GOP consultant’s past courtroom battles

Trende has become a go-to expert for Republicans. He testified as an expert witness in several dozen election cases, including at least 15 partisan or racial gerrymandering cases, according to his biography. He was also one of two experts selected by a court in Virginia in 2021 to draw new boundaries in that state after a bipartisan redistricting commission failed to reach an agreement on political boundaries.

Trende’s primary job is as a political commentator on the RealClearPolitics website and received his doctorate in political science in December 2023.

A copy of Trende’s contract with the Legislature, obtained through an open records request, shows he was paid $500 an hour, up to $10,000, to analyze maps submitted to him by the Legislative Redistricting Committee.

Sen. Scott Sandall, R-Tremonton, co-chair of the committee, said Trende had a separate contract with the Legislature’s outside counsel in the litigation to produce the five maps that were considered by lawmakers.

In a Louisiana redistricting ruling in 2024, the court largely dismissed Trende’s analysis, calling his methods “fundamentally flawed and completely useless,” along with “oversimplistic and unhelpful,” for the purposes of proving maps in that state violated the Voting Rights Act.

An appeals court agreed that the lower court was correct in largely dismissing his assessment.

Likewise, in a Maryland case, the court criticized the “superficial quality of his analysis” and said that “his number crunching had the appearance of rigor but contributed little” to helping the plaintiffs prove their case.

In 2020, while Trende was still in his doctoral program, a court in Georgia rejected him as an expert witness in a lawsuit over wait times at polling places, saying that, while an expert doesn’t necessarily have to have a doctorate, Trende had not written a peer-reviewed article, nor been part of a peer review of another’s work.

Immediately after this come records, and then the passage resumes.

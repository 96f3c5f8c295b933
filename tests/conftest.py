"""Shared test configuration."""

import os

from hypothesis import settings

# Property tests: enough examples to find edge cases, bounded for CI's 2 cores.
settings.register_profile("snrkit", max_examples=60, deadline=None)
settings.load_profile(os.environ.get("SNRKIT_HYPOTHESIS_PROFILE", "snrkit"))
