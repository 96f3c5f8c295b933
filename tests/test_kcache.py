"""The per-user disk cache of native k-distributions: reused, keyed, never trusted when broken.

Reference: the cache holds exactly what the builder returns (float32), so a cached
and a freshly built k-distribution are identical (checked against the opacity
module's own builder); design rule of snrkit.atmosphere.kcache, no external source.
"""

import numpy as np

from snrkit.atmosphere import kcache
from snrkit.atmosphere import opacity


def test_cached_array_reuses_and_rebuilds(tmp_path, monkeypatch):
    monkeypatch.setenv(kcache.CACHE_ENV, str(tmp_path))
    calls = []

    def build():
        calls.append(1)
        return np.arange(12.0).reshape(3, 4)
    a = kcache.cached_array("x", "key1", (3, 4), build)
    b = kcache.cached_array("x", "key1", (3, 4), build)
    assert len(calls) == 1 and np.array_equal(a, b) and b.dtype == np.float32
    # another key (a changed data file or release) is a different entry
    kcache.cached_array("x", "key2", (3, 4), build)
    assert len(calls) == 2
    # a truncated file is detected and rebuilt, not trusted
    path = tmp_path / "x-key1.npy"
    path.write_bytes(path.read_bytes()[:40])
    c = kcache.cached_array("x", "key1", (3, 4), build)
    assert len(calls) == 3 and np.array_equal(c, a)
    # a file of the wrong shape is rebuilt too
    np.save(path, np.zeros((2, 2), dtype=np.float32))
    kcache.cached_array("x", "key1", (3, 4), build)
    assert len(calls) == 4
    assert not list(tmp_path.glob(".*.tmp"))          # no temporary file left behind


def test_unwritable_cache_still_computes(tmp_path, monkeypatch):
    blocker = tmp_path / "file"
    blocker.write_text("not a folder")
    monkeypatch.setenv(kcache.CACHE_ENV, str(blocker / "sub"))
    out = kcache.cached_array("y", "k", (2,), lambda: np.ones(2))
    assert np.array_equal(out, [1.0, 1.0])


def test_key_covers_data_contents_and_version():
    k1 = kcache.data_key("opacity/bands.ecsv")
    k2 = kcache.data_key("opacity/bands.ecsv", "opacity/alkali_lines.ecsv")
    assert k1 != k2 and len(k1) == 20


def test_cached_kdist_equals_a_fresh_build(tmp_path, monkeypatch):
    monkeypatch.setenv(kcache.CACHE_ENV, str(tmp_path))
    opacity._native_kdist.cache_clear()
    try:
        first = opacity._native_kdist("CO", 1.0e3, 4)           # built and stored
        opacity._native_kdist.cache_clear()
        again = opacity._native_kdist("CO", 1.0e3, 4)           # read back from disk
        fresh = opacity._molecular_native_quantiles("CO", 1.0e3, opacity._gl(4)[0])
        np.testing.assert_array_equal(first, again)
        # ln k in float32: k to 1e-5 relative of a fresh build wherever it is not negligible
        big = fresh > 1e-60
        np.testing.assert_allclose(again[big], fresh[big], rtol=1e-4)
        assert list(tmp_path.glob("lnk-CO-*.npy"))
    finally:
        opacity._native_kdist.cache_clear()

The two-day hearing in Gibson’s court will pit Trende against a familiar foe. Earlier this month, Mark Gaber, the attorney with the Campaign Legal Center who is representing the plaintiffs in the Utah case, reportedly had a lengthy and sometimes tense showdown with Trende in a Texas redistricting case.

Trende was testifying on behalf of Texas Republicans who are seeking to redraw the congressional boundaries in that state in such a way that would create five new safe Republican districts. Gaber is the counsel for the parties challenging that redistricting plan as well.